Dataset entries:

::::

"""Fixtures do their work: measured on the solids by the kernel."""

import functools
import math

import pytest
from OCP.BRepAdaptor import BRepAdaptor_Surface

from fabgen.design import glyphs
from fabgen.design.centring_aid_sizes import centring_aid_size
from fabgen.design.drill_guide_sizes import MARK_DEPTH_MM, drill_guide_size
from fabgen.design.fit_gauge_sizes import PLATE_MM, fit_gauge_size
from fabgen.model.kernel import cq, solid_of
from fabgen.model.parts.boom import boom
from fabgen.model.parts.bush import bush
from fabgen.model.parts.centring_aid import centring_aid
from fabgen.model.parts.drill_guide import drill_guide
from fabgen.model.parts.fit_gauge import fit_gauge
from fabgen.model.parts.nut import nut
from fabgen.model.shapes import X, Y, box, cylinder

FLAT, ROUND = {}, {"boom_diameter_mm": 20.0}
TOUCH_MM, NOTHING_MM3 = 1e-6, 1e-6


@functools.cache
def guide(round_boom):
    return solid_of(drill_guide(**(ROUND if round_boom else FLAT)))


def shared_mm3(first, second):
    return first.intersect(second).Volume()


def bar(round_boom, y_mm=0.0, z_mm=0.0):
    """20 mm of boom section, longer than the guide, off its place by a little."""
    if round_boom:
        return cylinder(20.0, (-50.0, y_mm, z_mm), X, 100.0)
    return box((-50.0, 50.0), (y_mm - 10.0, y_mm + 10.0), (z_mm - 10.0, z_mm + 10.0))


def cylinders(solid):
    """(diameter, a point of the axis, direction) of every cylindrical face."""
    found = []
    for face in solid.Faces():
        if face.geomType() == "CYLINDER":
            surface = BRepAdaptor_Surface(face.wrapped).Cylinder()
            axis = surface.Axis()
            found.append((round(2 * surface.Radius(), 6), cq.Vector(axis.Location()), cq.Vector(axis.Direction())))
    return found


@pytest.mark.parametrize("round_boom", [False, True])
def test_guide_slides_on_the_boom_and_seats_on_its_reference_faces(round_boom):
    """In its place the boom touches the face it is pressed against; 0.3 mm of play lies on the other sides."""
    assert shared_mm3(guide(round_boom), bar(round_boom)) < NOTHING_MM3
    assert guide(round_boom).distance(bar(round_boom)) < TOUCH_MM
    assert shared_mm3(guide(round_boom), bar(round_boom, z_mm=-0.3)) < NOTHING_MM3
    assert shared_mm3(guide(round_boom), bar(round_boom, z_mm=0.05)) > 1.0
    assert shared_mm3(guide(round_boom), bar(round_boom, z_mm=-0.35)) > 1.0
    if not round_boom:
        assert shared_mm3(guide(False), bar(False, y_mm=-0.3)) < NOTHING_MM3
        assert shared_mm3(guide(False), bar(False, y_mm=0.05)) > 1.0


def test_guide_takes_the_drawn_boom():
    """The tube of the assembly, corners and all, goes through."""
    tube = solid_of(boom()).translate(cq.Vector(-130.0, 0.0, 0.0))
    assert shared_mm3(guide(False), tube) < NOTHING_MM3


@pytest.mark.parametrize("round_boom", [False, True])
def test_both_walls_guide_one_drill_on_the_booms_axis(round_boom):
    """Two seats of 5 mm and two lips of 3.5 mm, all on the y axis; hole_growth goes on top of both."""
    found = [(d, at, along) for d, at, along in cylinders(guide(round_boom)) if d in (5.0, 3.5)]
    assert sorted(d for d, _, _ in found) == [3.5, 3.5, 5.0, 5.0]
    for _, at, along in found:
        assert abs(along.y) == pytest.approx(1.0)
        assert (at.x, at.z) == pytest.approx((0.0, 0.0), abs=1e-9)
    grown = {d for d, _, _ in cylinders(solid_of(drill_guide(hole_growth_mm=0.2)))}
    assert {5.2, 3.7, 4.7} <= grown


@pytest.mark.parametrize("round_boom", [False, True])
def test_bushings_seat_without_standing_out_and_the_drill_passes(round_boom):
    size = drill_guide_size(**(ROUND if round_boom else FLAT))
    drill = cylinder(2.5, (0.0, -40.0, 0.0), Y, 80.0)
    assert shared_mm3(guide(round_boom), drill) < NOTHING_MM3
    for side, along in (("+y", 1.0), ("-y", -1.0)):
        foot = size.lip_face_mm(side)
        bushing = cylinder(5.0, (0.0, along * foot, 0.0), (0.0, along, 0.0), 6.0)
        assert shared_mm3(guide(round_boom), bushing) < NOTHING_MM3
        deeper = bushing.translate(cq.Vector(0.0, -along * 0.1, 0.0))
        assert shared_mm3(guide(round_boom), deeper) > 0.5, "the lip stops it"
        assert foot + 6.0 <= size.outside_mm(side) + 1e-9
        assert foot > size.face_mm(side), "room for chips"


@pytest.mark.parametrize("round_boom", [False, True])
def test_the_windows_edge_is_the_drills_axis(round_boom):
    """Looking down on the boom beside the notch: open before the edge, closed behind it, thin at the boom."""
    solid = guide(round_boom)
    for y in (-3.0, 3.0):
        top = math.sqrt(100 - y**2) if round_boom else 10.0
        assert not solid.isInside(cq.Vector(0.01, y, top + 0.2))
        assert solid.isInside(cq.Vector(-0.01, y, top + 0.2))
        assert not solid.isInside(cq.Vector(-0.5, y, 13.0)), "the slope leaves the edge to the eye"


def test_a_round_boom_is_clocked_by_notches_on_its_crown():
    solid = guide(True)
    half = drill_guide_size(**ROUND).length_mm / 2
    for x in (-half + 0.3, half - 0.3, -0.3):
        assert not solid.isInside(cq.Vector(x, 0.0, 10.5))
        assert solid.isInside(cq.Vector(x, 1.2, 10.5))


@pytest.mark.parametrize("round_boom", [False, True])
def test_a_nut_lies_below_the_cavitys_face_and_cannot_turn(round_boom):
    size = drill_guide_size(**(ROUND if round_boom else FLAT))
    lying = solid_of(nut(thread="M4"))
    # Its hexagon, corner towards y, pushed to the floor of the pocket under the boom.
    turns = {
        angle: lying.rotate(cq.Vector(), cq.Vector(0, 0, 1), angle).translate(
            cq.Vector(0, 0, -size.pocket_floor_mm("-z"))
        )
        for angle in (0, 30)
    }
    free, turned = sorted(turns.values(), key=lambda solid: shared_mm3(guide(round_boom), solid))
    assert shared_mm3(guide(round_boom), free) < NOTHING_MM3
    assert shared_mm3(guide(round_boom), turned) > 1.0
    assert shared_mm3(bar(round_boom), free) < NOTHING_MM3
    assert size.set_screw_mm <= size.clamp_wall_mm
    assert size.set_screw_mm + 0.5 > size.nut_depth_mm, "it reaches through the nut"


def test_marks_read_from_outside():
    """The foot of L points to the reader's right: seen from the left side that is towards the datum."""
    solid, size = guide(False), drill_guide_size()
    ((_, _, x),) = [mark for mark in size.marks if mark[0] == "L"]
    just_below = size.outside_mm("+y") - MARK_DEPTH_MM / 2
    low, high = -2.0, 2.0
    assert not solid.isInside(cq.Vector(x - 1.0, just_below, low)), "the foot's end"
    assert solid.isInside(cq.Vector(x - 1.0, just_below, high))
    assert not solid.isInside(cq.Vector(x + 1.0, just_below, high)), "the stem's head"


def test_letters_do_not_touch_in_a_corner_only():
    for letter in sorted(glyphs.LETTERS):
        corners = [corner for loop in glyphs.outlines(letter) for corner in loop]
        assert len(corners) == len(set(corners)), letter
        areas = [
            sum(a[0] * b[1] - b[0] * a[1] for a, b in zip(loop, (*loop[1:], loop[0]), strict=True)) / 2
            for loop in glyphs.outlines(letter)
        ]
        assert sum(areas) == glyphs.area_cells(letter)
        assert all(area < 0 for area in areas[1:])


def test_gauge_bores_and_plug_measured():
    """Rod 4: bores 4.0 to 4.6 in tenths; hole 8: steps 8.0 to 7.4; the gauge of a printer to find has no growth."""
    found = {d for d, _, _ in cylinders(solid_of(fit_gauge()))}
    assert found == {4.0, 4.1, 4.2, 4.3, 4.4, 4.5, 4.6, 8.0, 7.9, 7.8, 7.7, 7.6, 7.5, 7.4}


@pytest.mark.parametrize("growth_mm", [0.0, 0.03, 0.1, 0.17, 0.2, 0.34, 0.5])
def test_the_number_under_the_first_free_bore_is_the_growth(growth_mm):
    """A printer whose bores come out smaller by g: the first bore that lets the rod through is drawn g to g + step."""
    size = fit_gauge_size()
    first = next(i for i, drawn in enumerate(size.bores_mm) if drawn - growth_mm >= size.rod_diameter_mm - 1e-9)
    assert 0 <= first * size.step_mm - growth_mm + 1e-9 < size.step_mm


def test_gauge_bores_stay_apart_and_the_plug_enters_a_tube():
    size = fit_gauge_size()
    walls = [
        b - a - (p + q) / 2
        for a, b, p, q in zip(size.bore_x_mm, size.bore_x_mm[1:], size.bores_mm, size.bores_mm[1:], strict=False)
    ]
    assert min(walls) >= 3.0
    solid = solid_of(fit_gauge())
    x, y = size.plug_x_mm, size.row_y_mm
    # A tube with 1.5 mm of wall and a hole of exactly 8 mm stops at the step that fills it, not at letters or plate.
    wall = box((x - 10, x + 10), (y - 10, y + 10), (PLATE_MM + 3.2, PLATE_MM + 4.7))
    tube = wall.cut(cylinder(7.9, (x, y, 0.0), (0.0, 0.0, 1.0), 40.0))
    assert shared_mm3(solid, tube) < NOTHING_MM3
    lower = tube.translate(cq.Vector(0.0, 0.0, -2.0))
    assert shared_mm3(solid, lower) > 0.1


def test_two_blocks_set_a_rod_by_its_tip_clear_of_bush_and_keeper():
    """Boom wall at y = 10; a rod of 4 mm stands out 60 mm; the first block's arm is turned up."""
    size, projection_mm = centring_aid_size(), 60.0
    block = solid_of(centring_aid())
    wall = box((-40.0, 40.0), (-10.0, 10.0), (-10.0, 10.0))
    rod = cylinder(4.0, (0.0, -100.0, 0.0), Y, 110.0 + projection_mm)
    flange = solid_of(bush().rotate((0, 0, 0), (1, 0, 0), -90).translate((0, 10, 0)))

    def placed(y_mm, arm):
        where = cq.Plane(origin=(-size.reach_mm, y_mm, 0.0), xDir=arm, normal=(0, 1, 0))
        return block.moved(cq.Location(where))

    first, second = placed(10.0, (0, 0, 1)), placed(10.0 + projection_mm, (1, 0, 0))
    assert first.distance(wall) < TOUCH_MM
    assert shared_mm3(first, wall) < NOTHING_MM3
    assert first.distance(flange) == pytest.approx(1.0, abs=1e-6)
    assert second.distance(rod) < TOUCH_MM
    assert shared_mm3(second, rod) < NOTHING_MM3
    for each in (first, second):
        gauge_rod = cylinder(4.0, (-size.reach_mm, 10.0, 0.0), Y, projection_mm + 30.0)
        assert shared_mm3(each, gauge_rod) < NOTHING_MM3
        assert each.distance(gauge_rod) == pytest.approx(0.15, abs=1e-6)


def test_the_aids_nut_goes_in_and_cannot_turn():
    size, block = centring_aid_size(), solid_of(centring_aid())
    flat = solid_of(nut(thread="M3").rotate((0, 0, 0), (0, 1, 0), 90))
    shared = []
    for angle in (0, 30):
        turned = flat.rotate(cq.Vector(), cq.Vector(1, 0, 0), angle)
        shared.append(shared_mm3(block, turned.translate(cq.Vector(size.nut_x_mm[0] + 0.1, 0.0, size.screw_z_mm))))
    assert min(shared) < NOTHING_MM3
    assert max(shared) > 0.1, "four corners of 6.3 mm in a slot of 5.8 mm"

::::

• Exercise brief: Exactly as written, please transcribe the lines from the start of the records above to the line that holds "assert shared_mm3(guide(round_boom), bar(round_boom, z_mm=0.05))", both ends included.

• Task solution:
"""Fixtures do their work: measured on the solids by the kernel."""

import functools
import math

import pytest
from OCP.BRepAdaptor import BRepAdaptor_Surface

from fabgen.design import glyphs
from fabgen.design.centring_aid_sizes import centring_aid_size
from fabgen.design.drill_guide_sizes import MARK_DEPTH_MM, drill_guide_size
from fabgen.design.fit_gauge_sizes import PLATE_MM, fit_gauge_size
from fabgen.model.kernel import cq, solid_of
from fabgen.model.parts.boom import boom
from fabgen.model.parts.bush import bush
from fabgen.model.parts.centring_aid import centring_aid
from fabgen.model.parts.drill_guide import drill_guide
from fabgen.model.parts.fit_gauge import fit_gauge
from fabgen.model.parts.nut import nut
from fabgen.model.shapes import X, Y, box, cylinder

FLAT, ROUND = {}, {"boom_diameter_mm": 20.0}
TOUCH_MM, NOTHING_MM3 = 1e-6, 1e-6


@functools.cache
def guide(round_boom):
    return solid_of(drill_guide(**(ROUND if round_boom else FLAT)))


def shared_mm3(first, second):
    return first.intersect(second).Volume()


def bar(round_boom, y_mm=0.0, z_mm=0.0):
    """20 mm of boom section, longer than the guide, off its place by a little."""
    if round_boom:
        return cylinder(20.0, (-50.0, y_mm, z_mm), X, 100.0)
    return box((-50.0, 50.0), (y_mm - 10.0, y_mm + 10.0), (z_mm - 10.0, z_mm + 10.0))


def cylinders(solid):
    """(diameter, a point of the axis, direction) of every cylindrical face."""
    found = []
    for face in solid.Faces():
        if face.geomType() == "CYLINDER":
            surface = BRepAdaptor_Surface(face.wrapped).Cylinder()
            axis = surface.Axis()
            found.append((round(2 * surface.Radius(), 6), cq.Vector(axis.Location()), cq.Vector(axis.Direction())))
    return found


@pytest.mark.parametrize("round_boom", [False, True])
def test_guide_slides_on_the_boom_and_seats_on_its_reference_faces(round_boom):
    """In its place the boom touches the face it is pressed against; 0.3 mm of play lies on the other sides."""
    assert shared_mm3(guide(round_boom), bar(round_boom)) < NOTHING_MM3
    assert guide(round_boom).distance(bar(round_boom)) < TOUCH_MM
    assert shared_mm3(guide(round_boom), bar(round_boom, z_mm=-0.3)) < NOTHING_MM3
    assert shared_mm3(guide(round_boom), bar(round_boom, z_mm=0.05)) > 1.0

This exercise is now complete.